The reason is that databases typically handle extremely hard workloads, and to get good performance they have to do smart things. One of the most common smart things is smart sharing of costs. In many cases a cost (such as a resource usage or a necessary wait) can be “pooled” across lots of actions, so on average each thing that’s doing work pays a lower cost.
A classic example is the write-ahead logging needed for durable commits in most databases. Most databases have some variant of group commit or a similar approach to avoid penalizing each transaction commit with its own set of waits for commit (mutex waits, memory copying, waiting for storage to ack an fsync() call, and so on).
Anytime a database does something smart to piggyback a bunch of costs together to reduce their impact, that cost can no longer be blamed on any one request. That fsync() call didn’t come from one user transaction that came from one web request, it came from a bunch of them. That disk IO operation can’t be blamed on one tenant, it’s a prefetch (readahead) that is grabbing data a lot of different tenants need.
Another thing that makes it hard or impossible to trace user actions to eventual consumption of resources is that a lot of work is deferred and done lazily in the background. Doing this offers additional opportunities to hide latency and combine multiple requests, driving efficiency and user responsiveness up significantly. Consider the InnoDB buffer pool flushing dirty pages to disk, for example. You can attack MySQL with a flood of INSERT queries and much of it will get buffered in memory, to be flushed out later when InnoDB’s background worker threads get a chance to do it optimally.
So the answer is, again, when it counts most, end-to-end tracing is often not possible.
This is just the reality of life in shared, high-performance, distributed systems.
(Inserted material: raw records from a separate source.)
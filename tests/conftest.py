"""Shared test helpers.

Real components (a browser, pdftoppm) are used where users meet them. A test
that needs one is skipped with a reason on a machine without it. Under
``CI=true`` such a skip fails the run instead (:func:`pytest_runtest_makereport`),
so CI cannot go green by skipping: a skip raised by :func:`require_executable`,
or any skip of a test marked ``browser`` or ``pdf_pages``, is reported as a
failure with its reason.
"""

from __future__ import annotations

import atexit
import os
import shutil
import tempfile
from collections.abc import Iterator

import pytest
from hypothesis import HealthCheck, settings

# `dossier verify` keeps its re-computations in the user's cache folder ($XDG_CACHE_HOME);
# the tests keep theirs in a folder of their own, removed at the end (each xdist worker its own).
os.environ["XDG_CACHE_HOME"] = _CACHE_HOME = tempfile.mkdtemp(prefix="dossier-tests-cache-")
atexit.register(shutil.rmtree, _CACHE_HOME, ignore_errors=True)

pytest_plugins = ["pytester"]  # tests/test_conftest.py runs small pytest sessions

settings.register_profile(
    "dossier",
    derandomize=True,  # the same cases on every run and every machine
    deadline=None,
    suppress_health_check=[HealthCheck.too_slow],
)
settings.load_profile("dossier")

COMPONENT_MARKERS = ("browser", "pdf_pages")
"""Markers of tests that need a system component; their skips fail under CI=true."""


class MissingComponent(pytest.skip.Exception):
    """The skip of a test whose system component (an executable) is missing."""


def pytest_collection_modifyitems(config: pytest.Config, items: list[pytest.Item]) -> None:
    """Keep shared fixtures on one worker when the tests run in parallel.

    ``make test`` runs the suite on every core with pytest-xdist
    (``-n auto --dist loadgroup``). Each test module becomes one group, so
    its module-scoped fixtures (a built dossier, drawn figures) are made
    once; the end-to-end tests share one session-scoped demo build and form
    a single group. Without xdist nothing changes.
    """
    if not config.pluginmanager.hasplugin("xdist"):
        return
    for item in items:
        parts = item.path.parts
        group = "e2e" if "e2e" in parts else str(item.path)
        item.add_marker(pytest.mark.xdist_group(group))


def in_ci() -> bool:
    """Whether the tests run under CI (CI=true)."""
    return os.environ.get("CI", "").lower() in ("1", "true", "yes")


def require_executable(name: str, why: str) -> str:
    """Path of an executable the test needs; skip without it (a failure under CI=true)."""
    path = shutil.which(name)
    if path:
        return path
    raise MissingComponent(f"{name} is not installed ({why}); `make test` installs it (tools/system-packages test)")


def _needs_component(item: pytest.Item, call: pytest.CallInfo[None]) -> bool:
    if call.excinfo is not None and isinstance(call.excinfo.value, MissingComponent):
        return True
    return any(item.get_closest_marker(m) is not None for m in COMPONENT_MARKERS)


@pytest.hookimpl(hookwrapper=True)
def pytest_runtest_makereport(item: pytest.Item, call: pytest.CallInfo[None]) -> Iterator[None]:
    """Under CI=true, a skipped test that needs a browser or pdftoppm fails the run."""
    outcome = yield
    report = outcome.get_result()
    if not (report.skipped and in_ci() and _needs_component(item, call)):
        return
    if hasattr(report, "wasxfail"):
        return
    skip = call.excinfo.value if call.excinfo is not None else None
    reason = skip.msg if isinstance(skip, pytest.skip.Exception) else str(report.longrepr)
    report.outcome = "failed"
    report.longrepr = f"skipped under CI=true, which needs every browser and PDF-page test to run: {reason}"
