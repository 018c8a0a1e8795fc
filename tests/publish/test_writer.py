"""The one writer: safe paths only, never the same path twice, a hash for each file."""

from __future__ import annotations

import hashlib
import os
from pathlib import Path

import pytest

from dossier.publish.writer import UnsafePath, Writer, WrittenTwice


@pytest.mark.parametrize("path", ["/etc/passwd", "../outside.html", "a/../../b", "a\\b.html", "", "C:/x", "con", "methods/NUL.txt", "a/./b", "tab\there"])
def test_unsafe_paths_are_refused(tmp_path: Path, path: str) -> None:
    with pytest.raises(UnsafePath):
        Writer(tmp_path).write(path, b"x")
    assert list(tmp_path.iterdir()) == []


def test_each_path_once_and_its_hash(tmp_path: Path) -> None:
    w = Writer(tmp_path)
    w.write("methods/a/index.html", "<p>é</p>")
    assert (tmp_path / "methods/a/index.html").read_bytes() == "<p>é</p>".encode()
    assert w.written["methods/a/index.html"] == hashlib.sha256("<p>é</p>".encode()).hexdigest()
    assert w.sizes["methods/a/index.html"] == len("<p>é</p>".encode())
    with pytest.raises(WrittenTwice):
        w.write("methods/a/index.html", "again")


def test_a_symlink_placed_in_the_staging_folder_is_not_followed(tmp_path: Path) -> None:
    target = tmp_path / "target.txt"
    target.write_text("keep", encoding="utf-8")
    staging = tmp_path / "staging"
    staging.mkdir()
    os.symlink(target, staging / "index.html")
    with pytest.raises(UnsafePath):
        Writer(staging).write("index.html", "overwrite")
    assert target.read_text(encoding="utf-8") == "keep"
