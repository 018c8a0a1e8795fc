"""What the tests check of an archival PDF (PDF/A-3b, ISO 19005-3), read back
independently of dossier.render.archival: pypdf for the objects, ElementTree
for the XMP. Not a full PDF/A validation (docs/reliability.md, "Archival PDF")."""

from __future__ import annotations

import io
import subprocess
import xml.etree.ElementTree as ET
from pathlib import Path

from pypdf import PdfReader

NS = {
    "rdf": "http://www.w3.org/1999/02/22-rdf-syntax-ns#",
    "pdfaid": "http://www.aiim.org/pdfa/ns/id/",
    "dc": "http://purl.org/dc/elements/1.1/",
    "xmp": "http://ns.adobe.com/xap/1.0/",
    "pdf": "http://ns.adobe.com/pdf/1.3/",
}

# ISO 32000-1, table 165 (annotation flags): bit 1 Invisible, 2 Hidden, 3 Print, 6 NoView, 9 ToggleNoView
_PRINT, _NOT_SHOWN = 1 << 2, (1 << 0) | (1 << 1) | (1 << 5) | (1 << 8)


def _xmp_value(rdf: ET.Element, prefix: str, name: str) -> str | None:
    """A simple XMP property, written as an attribute or as an element, or the first rdf:li of an array."""
    key = f"{{{NS[prefix]}}}{name}"
    for desc in rdf.iter(f"{{{NS['rdf']}}}Description"):
        if key in desc.attrib:
            return desc.attrib[key]
        el = desc.find(key)
        if el is not None:
            li = el.find(".//rdf:li", NS)
            return (li.text if li is not None else el.text) or ""
    return None


def archival_problems(pdf: bytes | Path) -> list[str]:
    """Every way ``pdf`` falls short of what the dossier's PDFs promise (empty: none found).

    Checked: header version at most 1.7; XMP metadata declaring pdfaid:part 3
    and conformance B; title, author, creating tool and producer the same in
    the XMP and in the document information (ISO 19005-3, 6.6.3); an output
    intent GTS_PDFA1 with an embedded ICC profile; a file identifier; no
    encryption, no JavaScript; every annotation printable and not hidden;
    every embedded file with a MIME type, F and UF names, AFRelationship and
    listed in the catalog's AF (ISO 19005-3, 6.8).
    """
    data = pdf.read_bytes() if isinstance(pdf, Path) else pdf
    reader = PdfReader(io.BytesIO(data))
    out: list[str] = []
    header = data[:8]
    if not (header.startswith(b"%PDF-1.") and header[7:8] in b"4567"):
        out.append(f"header {header!r} is not PDF 1.4 to 1.7")
    root = reader.trailer["/Root"]
    meta = root.get("/Metadata")
    if meta is None:
        return [*out, "no XMP metadata in the catalog"]
    rdf = ET.fromstring(meta.get_object().get_data()).find("rdf:RDF", NS)
    if rdf is None:
        return [*out, "the XMP metadata holds no rdf:RDF"]
    if _xmp_value(rdf, "pdfaid", "part") != "3":
        out.append(f"pdfaid:part is {_xmp_value(rdf, 'pdfaid', 'part')!r}, not '3'")
    if _xmp_value(rdf, "pdfaid", "conformance") != "B":
        out.append(f"pdfaid:conformance is {_xmp_value(rdf, 'pdfaid', 'conformance')!r}, not 'B'")
    info = reader.metadata or {}
    for key, (prefix, name) in {"/Title": ("dc", "title"), "/Author": ("dc", "creator"), "/Creator": ("xmp", "CreatorTool"),
                                "/Producer": ("pdf", "Producer")}.items():
        if info.get(key) and _xmp_value(rdf, prefix, name) != str(info[key]):
            out.append(f"document information {key} {str(info[key])!r} differs from XMP {prefix}:{name} {_xmp_value(rdf, prefix, name)!r}")
    intents = root.get("/OutputIntents")
    intents = intents.get_object() if intents is not None else []
    if not any(i.get_object().get("/S") == "/GTS_PDFA1" and "/DestOutputProfile" in i.get_object() for i in intents):
        out.append("no output intent GTS_PDFA1 with an ICC profile")
    ids = reader.trailer.get("/ID")
    if ids is None or len(ids) != 2:
        out.append("no file identifier (trailer /ID)")
    if "/Encrypt" in reader.trailer:
        out.append("encrypted")
    if "/JavaScript" in (root.get("/Names") or {}) or "/OpenAction" in root:
        out.append("JavaScript or an open action")
    for n, page in enumerate(reader.pages, start=1):
        for ref in page.get("/Annots") or []:
            flags = int(ref.get_object().get("/F", 0))
            if not flags & _PRINT or flags & _NOT_SHOWN:
                out.append(f"page {n}: an annotation with flags {flags} (must print and be shown)")
                break
    af = {ref.idnum for ref in (root.get("/AF") or [])}
    for ef in reader.attachment_list:
        spec = ef.pdf_object
        name = ef.name
        for key in ("/F", "/UF", "/AFRelationship"):
            if key not in spec:
                out.append(f"attachment {name}: no {key}")
        if not ef.subtype:
            out.append(f"attachment {name}: no MIME type (/Subtype)")
        if spec.indirect_reference is None or spec.indirect_reference.idnum not in af:
            out.append(f"attachment {name}: not listed in the catalog's /AF")
    return out


def unembedded_fonts(path: Path, pdffonts: str) -> list[str]:
    """The rows of ``pdffonts`` (poppler-utils) whose font is not embedded; raises if it lists none."""
    rows = subprocess.run([pdffonts, str(path)], capture_output=True, text=True, check=True).stdout.splitlines()[2:]
    if not rows:
        raise AssertionError(f"{path.name}: pdffonts lists no font")
    return [row for row in rows if row.split()[-5] != "yes"]


def qpdf_problems(pdf: bytes | Path) -> list[str]:
    """What qpdf (through pikepdf, independent of pypdf and poppler) finds wrong in the file's
    structure: its syntax check, and any warning while every object is read (a cross-reference
    it had to repair, a stream of the wrong length). Empty: none."""
    import pikepdf

    source = io.BytesIO(pdf) if isinstance(pdf, bytes) else pdf
    with pikepdf.open(source) as doc:
        for _ in doc.objects:
            pass
        return [*doc.check_pdf_syntax(), *doc.get_warnings()]
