"""The CI rule of tests/conftest.py: under CI=true a skipped browser or
PDF-page test fails the run; elsewhere it stays a skip. Each case runs a small
real pytest session (pytester) with the project's hook."""

from __future__ import annotations

import pytest

CONFTEST = "from tests.conftest import pytest_runtest_makereport, MissingComponent, require_executable  # noqa: F401\n"

TESTS = '''
import pytest
from tests.conftest import require_executable

def test_needs_a_missing_program():
    require_executable("no-such-program-for-dossier-tests", "checks the CI rule")

@pytest.mark.browser
def test_marked_browser_skips_for_another_reason():
    pytest.skip("playwright is not importable")

def test_ordinary_skip():
    pytest.skip("not relevant on this platform")

def test_passes():
    pass
'''

INI = """
[pytest]
markers =
    browser: needs Chromium
    pdf_pages: needs pdftoppm
"""


def _run(pytester: pytest.Pytester, monkeypatch: pytest.MonkeyPatch, ci: str | None) -> pytest.RunResult:
    if ci is None:
        monkeypatch.delenv("CI", raising=False)
    else:
        monkeypatch.setenv("CI", ci)
    pytester.makeini(INI)
    pytester.makeconftest(CONFTEST)
    pytester.makepyfile(test_rule=TESTS)
    return pytester.runpytest_inprocess("-p", "no:cacheprovider", "-rfs")


def test_without_ci_a_missing_component_is_a_skip(pytester: pytest.Pytester, monkeypatch: pytest.MonkeyPatch) -> None:
    result = _run(pytester, monkeypatch, None)
    result.assert_outcomes(passed=1, skipped=3)
    assert result.ret == 0
    result.stdout.fnmatch_lines(["*no-such-program-for-dossier-tests is not installed (checks the CI rule)*"])


@pytest.mark.parametrize("ci", ["true", "1"])
def test_under_ci_component_skips_fail_and_other_skips_stay(pytester: pytest.Pytester, monkeypatch: pytest.MonkeyPatch, ci: str) -> None:
    result = _run(pytester, monkeypatch, ci)
    result.assert_outcomes(passed=1, skipped=1, failed=2)
    assert result.ret == 1
    result.stdout.fnmatch_lines([
        "*FAILED*test_needs_a_missing_program*",
        "*FAILED*test_marked_browser_skips_for_another_reason*",
        "*SKIPPED*not relevant on this platform*",
    ])
    result.stdout.fnmatch_lines(["*skipped under CI=true, which needs every browser and PDF-page test to run: no-such-program-for-dossier-tests is not installed (checks the CI rule)*"])


def test_ci_false_is_not_ci(pytester: pytest.Pytester, monkeypatch: pytest.MonkeyPatch) -> None:
    result = _run(pytester, monkeypatch, "false")
    result.assert_outcomes(passed=1, skipped=3)


def test_a_missing_program_in_a_shared_fixture_fails_every_test_using_it(pytester: pytest.Pytester, monkeypatch: pytest.MonkeyPatch) -> None:
    monkeypatch.setenv("CI", "true")
    pytester.makeini(INI)
    pytester.makeconftest(CONFTEST)
    pytester.makepyfile(test_fixture='''
import pytest
from tests.conftest import require_executable

@pytest.fixture(scope="module")
def program():
    return require_executable("no-such-program-for-dossier-tests", "a module fixture")

def test_one(program):
    pass

def test_two(program):
    pass
''')
    result = pytester.runpytest_inprocess("-p", "no:cacheprovider")
    result.assert_outcomes(errors=2)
If we didn’t do these things that make systems hard to understand and troubleshoot, we wouldn’t get acceptable performance.
What’s The Alternative To End-To-End Tracing?
So if end-to-end isn’t possible when it’s most needed, and if trying to force the observable world into an end-to-end framework causes us to put blinders on our monitoring systems and make them miss the most vital parts of the system’s work, what can we do instead?
One alternative that we’ve developed, which is by no means the end-all and be-all, is statistical techniques. People often speak of “correlating metrics.” By this they usually mean aligning graphs and looking for similar shapes in different metrics. Correlation, though, is a mathematical technique. Regression analysis is a related approach that tries to determine a best-fit equation for the relationship (correlation) between sets of metrics.
It turns out this works very well in a lot of situations that matter in the real world. We may not be able to blame an individual user request for an individual I/O request, but we can often blame groups of similar user requests for groups of similar I/O requests. And because regression analysis is applicable to a lot of different kinds of things, this can be done across systems and in many other scenarios where no back trace signals are injected into requests. This allows lots of nice properties, such as being able to do ad-hoc analysis without needing to anticipate and prepare for a given kind of analysis (i.e. we don’t need to instrument things before we analyze them, we can analyze at will anything for which we have metrics). It also keeps data sizes manageable and makes “big data” analysis relatively cheap to do.
A concrete example is our Top Queries user interface, where we add columns for CPU, I/O, and other metrics:
These aren’t possible to measure and aggregate for individual queries, for the reasons I explained previously. But the statistical analysis is often a very good way to figure out the answer anyway.